There’s been more and more triggers lately where I’ve seen a huge internal storm raging under the surface. It doesn’t get expressed outwardly at all, and again it’s like it’s got a lid on it. Like I’m not “allowed” to feel or express what I’m feeling. It’s often not appropriate to the situation. Not sure if this comes from when I was a kid…I was pretty sensitive but would always get harshly punished for what I was feeling.

But now it’s like I can’t run any longer - clearly what I’m doing isn’t working. I think I need to get close to what this is.
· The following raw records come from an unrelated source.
package main

import (
	"bytes"
	"os"
	"os/exec"
	"path/filepath"
	"testing"

	"n2pulse/kinetics/study"
)

// TestHeliumSweepReproducible: a sweep of a 50 % He mixture (a table solved at start-up, not
// shipped) writes the same results.csv byte for byte from a cold cache on one worker, from the
// warm cache on one worker and from a cold cache on two workers (issue 11 item 2: the three gave
// three different files when the fresh table was used at full precision and the cached one at 8
// digits). Separate processes, so that nothing is shared in memory; the cache is
// $XDG_CACHE_HOME/n2pulse.
func TestHeliumSweepReproducible(t *testing.T) {
	t.Parallel()
	if testing.Short() {
		t.Skip("builds the command and runs 12 model points")
	}
	bin := buildBinary(t)
	sweep := func(cache, workers string) []byte {
		out := filepath.Join(t.TempDir(), "sweep")
		cmd := exec.Command(bin, "sweep", "--vary", "gas.pressure=100Torr:300Torr:2", "--vary", "circuit.charge_voltage=12kV:14kV:2",
			"--set", "gas.helium=0.5", "--set", "gas.nitrogen=0.5", "--set", "numerics.cells=40", "--quiet",
			"--workers", workers, "--out", out)
		cmd.Env = append(os.Environ(), "XDG_CACHE_HOME="+cache)
		if b, err := cmd.CombinedOutput(); err != nil {
			t.Fatalf("sweep (cache %s, %s workers): %v\n%s", cache, workers, err, b)
		}
		b, err := os.ReadFile(filepath.Join(out, study.ResultsFile))
		if err != nil || len(b) == 0 {
			t.Fatalf("no results: %v", err)
		}
		return b
	}
	c1 := t.TempDir()
	cold := sweep(c1, "1")
	// the He table is cached (the report may cache other mixtures too)
	found := false
	files, _ := filepath.Glob(filepath.Join(c1, "n2pulse", "swarm-*.csv"))
	for _, f := range files {
		b, _ := os.ReadFile(f)
		found = found || bytes.Contains(b, []byte("N2=0.500000 O2=0.000000 He=0.500000"))
	}
	if !found {
		t.Fatalf("no cached table of the He mixture among %v", files)
	}
	warm := sweep(c1, "1")
	cold2 := sweep(t.TempDir(), "2")
	if !bytes.Equal(cold, warm) {
		t.Error("warm-cache sweep differs from the cold-cache sweep")
	}
	if !bytes.Equal(cold, cold2) {
		t.Error("cold-cache sweep on 2 workers differs from the one on 1 worker")
	}
}
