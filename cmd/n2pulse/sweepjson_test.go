package main

import (
	"bytes"
	"encoding/json"
	"os"
	"path/filepath"
	"strings"
	"testing"

	"gonum.org/v1/gonum/floats/scalar"

	"n2pulse/kinetics/study"
)

// TestSweepJSONAndBlocks runs the golden 3 × 2 sweep with --json: the optima are those of
// results.csv (the largest energy of its rows, in SI), and results.dat holds the 6 rows in 3
// blocks of 2 (one per pressure) separated by single blank lines, with NaN for empty cells;
// report.html is written beside them.
func TestSweepJSONAndBlocks(t *testing.T) {
	t.Parallel()
	dir := t.TempDir()
	args := append([]string{}, goldenSweep...)
	args[1] = filepath.Join("..", "..", args[1])
	args = append(args, "--out", dir, "--json")
	var out, errb bytes.Buffer
	if code := run(args, &out, &errb); code != 0 {
		t.Fatalf("exit %d: %s", code, errb.String())
	}
	var rep struct {
		Points int `json:"points"`
		Optima []struct {
			Metric string             `json:"metric"`
			Word   string             `json:"optimum"`
			Value  float64            `json:"value"`
			At     map[string]float64 `json:"at"`
		} `json:"optima"`
		Files []string `json:"files"`
	}
	if err := json.Unmarshal(out.Bytes(), &rep); err != nil {
		t.Fatalf("%v\n%s", err, out.String())
	}
	if rep.Points != 6 || len(rep.Optima) != 4 {
		t.Fatalf("points %d, optima %d; want 6 and 4", rep.Points, len(rep.Optima))
	}
	tab, err := os.ReadFile(filepath.Join(dir, study.ResultsFile))
	if err != nil {
		t.Fatal(err)
	}
	lines := strings.Split(strings.TrimSpace(string(tab)), "\n")
	head := strings.Split(lines[0], ",")
	col := -1
	for i, h := range head {
		if h == "energy_total_J" {
			col = i
		}
	}
	best := 0.0
	for _, l := range lines[1:] {
		var v float64
		if err := json.Unmarshal([]byte(strings.Split(l, ",")[col]), &v); err == nil && v > best {
			best = v
		}
	}
	if e := rep.Optima[0]; e.Metric != "energy_total_J" || e.Word != "maximum" || !scalar.EqualWithinAbsOrRel(e.Value, best, 0, 1e-15) {
		t.Errorf("energy optimum %+v, want the maximum %g of results.csv", e, best)
	}
	dat, err := os.ReadFile(filepath.Join(dir, study.DataFile))
	if err != nil {
		t.Fatal(err)
	}
	blocks := strings.Split(strings.TrimSpace(string(dat)), "\n\n")
	if len(blocks) != 3 {
		t.Fatalf("results.dat has %d blocks, want 3:\n%s", len(blocks), dat)
	}
	for i, b := range blocks {
		rows := 0
		for _, l := range strings.Split(b, "\n") {
			if !strings.HasPrefix(l, "#") {
				rows++
				if strings.Contains(l, ",") || strings.Contains(l, "true") {
					t.Errorf("block %d row %q: want space-separated numbers", i, l)
				}
			}
		}
		if rows != 2 {
			t.Errorf("block %d has %d rows, want 2", i, rows)
		}
	}
	if _, err := os.Stat(filepath.Join(dir, "report.html")); err != nil {
		t.Error(err)
	}
}

// TestLengthJSON checks length --json: one curve per excitation velocity (null for a
// simultaneous discharge, 299792458 m/s for "c"), every length in SI, each point's summary, the
// useful-length rule in words.
func TestLengthJSON(t *testing.T) {
	t.Parallel()
	var out, errb bytes.Buffer
	args := []string{"length", "--from", "5cm", "--to", "15cm", "--points", "3", "--travelling-wave", "c", "--set", "numerics.cells=30", "--json"}
	if code := run(args, &out, &errb); code != 0 {
		t.Fatalf("exit %d: %s", code, errb.String())
	}
	var r struct {
		Curves []struct {
			Velocity *float64 `json:"excitation_velocity_m_s"`
			Rule     string   `json:"useful_length_rule"`
			Points   []struct {
				Length  float64         `json:"length_m"`
				Summary json.RawMessage `json:"summary"`
			} `json:"points"`
		} `json:"curves"`
	}
	if err := json.Unmarshal(out.Bytes(), &r); err != nil {
		t.Fatalf("%v\n%s", err, out.String())
	}
	if len(r.Curves) != 2 || r.Curves[0].Velocity != nil || r.Curves[1].Velocity == nil || *r.Curves[1].Velocity != 299792458 {
		t.Fatalf("curves: %+v", r.Curves)
	}
	for _, c := range r.Curves {
		if c.Rule == "" || len(c.Points) != 3 {
			t.Errorf("curve: rule %q, %d points", c.Rule, len(c.Points))
		}
		for k, p := range c.Points {
			if want := 0.05 * float64(k+1); !scalar.EqualWithinAbsOrRel(p.Length, want, 1e-15, 1e-12) || len(p.Summary) == 0 {
				t.Errorf("point %d: length %g m (want %g), summary %d bytes", k, p.Length, want, len(p.Summary))
			}
		}
	}
}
At first it’s like there is nothing there, except that kind of physical knot. But the more awareness I apply (with some sense of friendliness or empathy) the more it grows. I’ve found myself starting to tear up a bit and stuff like that when I do it and it does feel good, like the release of a pressure valve.

It’s like I need to allow myself to truly feel. I’m cut off from what’s there…the more I am friendly with myself and caring the more these feelings are seeming to open up.